Ração para caracóis.

Muitas pessoas perguntam onde se pode comprar ração para caracóis.
Os caracóis não são esquisitos, comem um pouco de quase tudo.
A ração geralmente é composta de uma mistura de farinha de soja, trigo, milho e aveia. Geralmente a ração é rica em cálcio, mas eles também comem. folhas de couves, alfaces, pepino,batatas cortadas, restos de comida sem tempero e sem sal, rutos carnosos como a melancia, banana e maçã.
Algumas espécies de caracóis são predadores e comem outros caracóis, também podem comer excrementos de aves.
São animais de hábitos noturnos e vorazes pois comem uma grande quantidade de alimentos. Mas essa voracidade está diretamente relacionada ao clima e às estações do ano: não se alimentam por vários dias em clima seco e quente mas consomem diariamente cerca de 40% de seu peso nos dias frescos.

Em 2004 na 41.ª Feira Nacional de Agricultura os espanhóis ensinaram uma forma de criação e engorda de caracóis.

Neste ano de 2004 foi um dos sectores em destaque no pavilhão de Espanha, instalado na Feira de Santarém.

A helicicultura (cultura de caracóis para consumo) tem registado um forte crescimento no país vizinho e os produtores associaram-se, criando uma marca para melhor comercializar o seu produto.
Segundo a associação Cria y Engorde del Caracol, este molusco é baixo em calorias, mas rico em proteínas, vitamina C e sais de ferro.
Tendo em conta o aumento da procura a nível mundial, foram criadas novas técnicas de produção, que foram dadas a conhecer na Feira Nacional da Agricultura (FNM).

Os nossos vizinhos espanhóis encontram-se muito a nossa frente no que é a cultura dos caracóis, inclusive no que diz respeito a legislação.

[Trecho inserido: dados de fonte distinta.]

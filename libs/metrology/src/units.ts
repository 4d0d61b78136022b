import { Decimal, type DecimalInput, dec } from './decimal';
import { MetrologyInputError } from './errors';

/** The kinds of quantity people type into the registry. */
export type Dimension = 'temperature' | 'pressure' | 'volume' | 'mass' | 'relativeHumidity';

/** Canonical unit per dimension: every parsed quantity is returned in it. */
export const CANONICAL_UNITS = {
  temperature: '°C',
  pressure: 'Pa',
  volume: 'mL',
  mass: 'g',
  relativeHumidity: '%',
} as const;

export type CanonicalUnit<D extends Dimension = Dimension> = (typeof CANONICAL_UNITS)[D];

/** A value in the canonical unit of its dimension. */
export interface Quantity<D extends Dimension = Dimension> {
  readonly value: Decimal;
  readonly unit: CanonicalUnit<D>;
}

/** canonical = value * factor + offset. */
interface UnitDef {
  readonly id: string;
  readonly dimension: Dimension;
  readonly factor: Decimal;
  readonly offset: Decimal;
  readonly aliases: readonly string[];
}

const u = (id: string, dimension: Dimension, factor: DecimalInput, aliases: string[], offset: DecimalInput = 0): UnitDef => ({
  id,
  dimension,
  factor: new Decimal(factor),
  offset: new Decimal(offset),
  aliases: [id, ...aliases],
});

// Factors are exact by definition. mmHg is defined as 13.5951 g/cm3 x 9.80665 m/s2 x 1 mm
// = 133.322387415 Pa exactly; the torr is 101325/760 Pa (133.322368421... Pa). They differ by
// about 1.4e-7 relative, so they are kept apart (convertunits.com "millimeter mercury").
const UNITS: readonly UnitDef[] = [
  u('°C', 'temperature', 1, ['degC', 'deg C', 'C', '° C', 'Celsius']),
  u('K', 'temperature', 1, ['kelvin'], '-273.15'),
  u('Pa', 'pressure', 1, ['pa']),
  u('hPa', 'pressure', 100, ['hpa']),
  u('kPa', 'pressure', 1000, ['kpa']),
  u('mbar', 'pressure', 100, ['mBar', 'millibar']),
  u('bar', 'pressure', 100000, []),
  u('mmHg', 'pressure', '133.322387415', ['mm Hg', 'mmhg']),
  u('Torr', 'pressure', new Decimal(101325).div(760), ['torr']),
  u('µL', 'volume', '0.001', ['uL', 'ul', 'µl', 'microlitre', 'microliter']),
  u('mL', 'volume', 1, ['ml', 'cm3', 'cm³']),
  u('L', 'volume', 1000, ['l', 'dm3', 'dm³']),
  u('mg', 'mass', '0.001', []),
  u('g', 'mass', 1, []),
  u('kg', 'mass', 1000, []),
  u('%', 'relativeHumidity', 1, ['%RH', '% RH', '%rh', 'RH%', '% r.h.', '%r.h.']),
];

const BY_ALIAS = new Map<string, UnitDef>();
for (const def of UNITS) for (const alias of def.aliases) BY_ALIAS.set(alias, def);

/** Unicode look-alikes people paste: Greek mu, the one-glyph Celsius sign, the ordinal º. */
function normaliseUnit(text: string): string {
  return text
    .trim()
    .replace(/\s+/g, ' ')
    .replace(/\u03bc/g, '\u00b5')
    .replace(/\u2103/g, '°C')
    .replace(/\u00ba/g, '°');
}

function lookup(unit: string, field: string): UnitDef {
  const def = BY_ALIAS.get(normaliseUnit(unit));
  if (!def) throw new MetrologyInputError(field, `has an unknown unit "${unit}"`);
  return def;
}

function requireDimension(def: UnitDef, dimension: Dimension, field: string): void {
  if (def.dimension !== dimension) {
    throw new MetrologyInputError(field, `has unit ${def.id}, a ${def.dimension} unit, where a ${dimension} is expected`);
  }
}

/** The dimension a unit belongs to (refuses unknown units). */
export function unitDimension(unit: string, field = 'unit'): Dimension {
  return lookup(unit, field).dimension;
}

/**
 * Converts a value between units of one dimension. Temperatures are absolute
 * (°C <-> K applies the 273.15 offset); to convert a temperature difference use
 * the same unit on both sides or multiply by 1.
 */
export function convert(value: DecimalInput, fromUnit: string, toUnit: string, field = 'value'): Decimal {
  const from = lookup(fromUnit, field);
  const to = lookup(toUnit, field);
  requireDimension(to, from.dimension, field);
  const v = dec(value, field);
  if (from === to) return v;
  return v.times(from.factor).plus(from.offset).minus(to.offset).div(to.factor);
}

/** A value and its unit, converted to the canonical unit of the expected dimension. */
export function toCanonical<D extends Dimension>(value: DecimalInput, unit: string, dimension: D, field = 'value'): Quantity<D> {
  const def = lookup(unit, field);
  requireDimension(def, dimension, field);
  const canonical = dec(value, field).times(def.factor).plus(def.offset);
  if (dimension === 'temperature' && canonical.lessThan(new Decimal('-273.15'))) {
    throw new MetrologyInputError(field, 'is below absolute zero', { min: '-273.15', unit: '°C' });
  }
  return { value: canonical, unit: CANONICAL_UNITS[dimension] };
}

// A number (point as decimal separator, optional exponent) followed by a unit.
const QUANTITY = /^\s*([+-]?(?:\d+(?:\.\d*)?|\.\d+)(?:[eE][+-]?\d+)?)\s*(\S.*?)\s*$/;

/**
 * Parses what a person typed, e.g. "1013.25 hPa", "20.5 °C", "250 µL", "45 %RH",
 * into the canonical unit of `dimension`. A unit is required. A decimal comma is
 * refused rather than guessed ("1,013" could mean 1013 or 1.013).
 */
export function parseQuantity<D extends Dimension>(text: string, dimension: D, field = 'value'): Quantity<D> {
  if (text.includes(',')) {
    throw new MetrologyInputError(field, 'uses a comma; write the decimal separator as a point and no thousands separator');
  }
  const match = QUANTITY.exec(text);
  if (!match || match[1] === undefined || match[2] === undefined) {
    throw new MetrologyInputError(field, `is not a number followed by a ${dimension} unit`);
  }
  return toCanonical(match[1], match[2], dimension, field);
}

/** The units accepted for a dimension (ids only, aliases omitted), for help texts. */
export function unitsOf(dimension: Dimension): string[] {
  return UNITS.filter((d) => d.dimension === dimension).map((d) => d.id);
}
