import { Injectable } from '@nestjs/common';
import { PrismaClient } from '@registry/data';

import { AuditWriter } from '../audit/audit-writer';
import type { RequestContext } from '../auth/actor';
import { Clock } from '../common/clock';
import { expectedVersion, staleVersion } from '../common/http/concurrency';
import { DomainError } from '../common/problem/domain-error';
import { presentCalibration } from './calibration.presenter';
import { CalibrationRepository } from './calibration.repository';
import type { CalibrationView, Violation } from './calibration.responses';
import type { SubmitCalibration } from './calibration.schemas';
import { auditSnapshot, TX } from './calibration.service';
import { assertCanEdit, assertState, notFound } from './calibration-access';
import { computeCalibration } from './calibration-computation';
import { CalibrationFactsRepository, type LabPolicy } from './calibration-facts.repository';
import { checkedInputs } from './calibration-inputs';
import { CalibrationItems, subjectOf } from './calibration-items';
import { traceabilityViolations } from './traceability';

/**
 * Submission: the traceability rules are checked as of the performance time,
 * every point is computed by the metrology library, and inputs, results,
 * verdict and library version are frozen together (the database refuses any
 * later change to them).
 */
@Injectable()
export class CalibrationSubmission {
  constructor(
    private readonly prisma: PrismaClient,
    private readonly calibrations: CalibrationRepository,
    private readonly facts: CalibrationFactsRepository,
    private readonly items: CalibrationItems,
    private readonly audit: AuditWriter,
    private readonly clock: Clock,
  ) {}

  async submit(ctx: RequestContext, id: string, ifMatch: string | undefined, body: SubmitCalibration): Promise<CalibrationView> {
    return this.prisma.$transaction(async (tx) => {
      const cal = await this.calibrations.findById(tx, id);
      if (!cal) throw notFound();
      assertCanEdit(ctx.actor, cal);
      const expected = expectedVersion(ifMatch);
      if (expected !== cal.version) throw staleVersion(cal.version);
      assertState(cal, ['draft', 'returned'], 'submitted');
      const policy = await this.facts.policyOf(tx, cal.labId);
      const vessel = await this.items.existingVessel(tx, cal.vesselId);
      if (vessel.deliveryMode !== cal.deliveryMode) {
        throw new DomainError(
          'invalid-state',
          `The vessel is now adjusted to ${vessel.deliveryMode}, the readings were entered to ${cal.deliveryMode}: void this record and enter a new one.`,
          undefined,
          { state: cal.state },
        );
      }
      const { balance, thermometer } = await this.items.instrumentsOf(tx, cal.labId, cal.balanceId, cal.thermometerId);
      const violations = traceabilityViolations({
        performedAt: cal.performedAt,
        timeZone: policy.timeZone,
        checkWindowDays: policy.balanceCheckWindowDays,
        vessel,
        balance,
        latestCheck: await this.facts.latestBalanceCheck(tx, balance.id, cal.performedAt),
        thermometer,
      });
      const exceptionReason = acceptedException(violations, policy, body.exceptionReason);
      const now = this.clock.now();
      // The vessel may have changed since the draft was written: check the points against it again.
      const inputs = checkedInputs(cal.inputs, vessel);
      const computed = computeCalibration(inputs, subjectOf(vessel, balance, cal.deliveryMode), now);
      const results = { ...computed, traceability: { checkedAt: now.toISOString(), violations, exceptionReason } };
      const submitted = await this.calibrations.transition(
        tx,
        id,
        expected,
        ['draft', 'returned'],
        {
          state: 'submitted',
          results,
          verdict: computed.verdict,
          libraryVersion: computed.libraryVersion,
          submittedAt: now,
          traceabilityException: exceptionReason,
        },
        now,
      );
      if (!submitted) throw staleVersion();
      await this.audit.record(tx, ctx, {
        action: 'submit',
        entityType: 'calibration',
        entityId: id,
        labId: cal.labId,
        oldValues: { state: cal.state, version: cal.version },
        newValues: { ...auditSnapshot(submitted), verdict: submitted.verdict, libraryVersion: submitted.libraryVersion, results },
        reason: exceptionReason,
      });
      return presentCalibration(submitted, null);
    }, TX);
  }
}

/**
 * With no violation there is nothing to accept (a reason sent anyway is not recorded). With
 * violations, the submission goes through only when the lab allows exceptions, a reason is
 * given and every violation may be excepted; otherwise 422 listing each rule broken.
 */
function acceptedException(violations: Violation[], policy: LabPolicy, reason: string | undefined): string | null {
  if (violations.length === 0) return null;
  const excusable = policy.allowTraceabilityExceptions && violations.every((v) => v.exceptionAllowed);
  if (excusable && reason !== undefined) return reason;
  const how = !policy.allowTraceabilityExceptions
    ? 'This lab does not accept exceptions.'
    : !violations.every((v) => v.exceptionAllowed)
      ? 'At least one of them cannot be accepted by exception.'
      : 'This lab accepts an exception when you give exceptionReason.';
  throw new DomainError(
    'traceability-violation',
    `${violations.length} traceability rule(s) broken: ${violations.map((v) => v.rule).join(', ')}. ${how}`,
    undefined,
    { violations, exceptionPossible: excusable },
  );
}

domingo, 17 de outubro de 2010

Numa pequena exploração de helicicultura

Numa pequena exploração de helicicultura, de um amigo encontramos cerca de 300 caracóis reprodutores que podem pôr entre 60 e 150 ovos cada um, depois do acasalamento.
Os caracóis são hermafroditas mas têm de acasalar para haver fecundação. Eles unem-se pela cabeça e assim permanecem durante umas dez horas, podendo repetir a operação várias vezes. O período que medeia entre o acasalamento e a desova vária conforme a temperatura, mas pode chegar entre os doze aos quinze dias.
No passo seguinte, o caracol escava um buraco de três a quatro centímetros de profundidade na terra e ali deposita os ovos. O buraco é tapado e inicia-se a incubação que pode durar entre 14 e 30 dias, conforme a temperatura. Em seguida, o caracol nasce já formado, com uma casca de três milímetros e com 27 mg de peso. Então começa a se alimentar de matéria orgânica e restos dos ovos.
Nos viveiros o helicultor, após passado algum tempo dos caracóis saírem desta espécie de maternidade faz a recolha e os coloca em locais onde vão começar a “engordar.”
Durante o dia se escondem da luz solar e à noite saem. O caracol se esconde debaixo de telhas, chapas, madeiras, bidões de plástico ou lata. Quando chega à noite começa a correria da procura de comida, comem ração própria e quase tudo o que aparece no seu caminho, geralmente o que é verde.
A sua ração é composta de uma mistura de farinha de soja, trigo, milho e aveia. À noite, alem da ração, comem couve, trevo e alface, que também são semeados no terreno onde se encontram.
Estes gastrópodes sobem por cima de tudo, por isso os viveiros possuem redes. Estes pequenos animais necessitam de quatro meses para atingir a idade adulta e para poder ser comercializado no mercado.
Um caracol adulto pesa entre 5 e 20 gramas no caso os mais comercializados são o “helix aspersa” ou “petit gus”, francês e o máximo, conhecido por “escargot de Bourgogne”.
Segundo alguns criadores, a partir de 2000 aos 5000 metros quadrados, já podemos ter um negócio de peso no mercado, com as novas tecnologias e o reaproveitamento de águas da chuva, podemos poupar bastante em despesas. É bom lembrar que podemos criar caracóis em casas com quintais e ganhar alguns trocos na nossa vizinhança, mas para quem sonha mais alto, precisa investir e aí os valores aumentam conforme o nº de estufas que se quer.
Segundo alguns criadores cada estufa custa cerca de 20.000 euros , não podemos esquecer que os caracóis também têm os seus predadores.
Eles são uma presa fácil para muitos outros animais que alimentam-se de caracóis. Os ratos, pássaros diversos, batráquios (sapos e rãs), toupeiras, osgas, lagartixas, ácaros, insectos entre outros.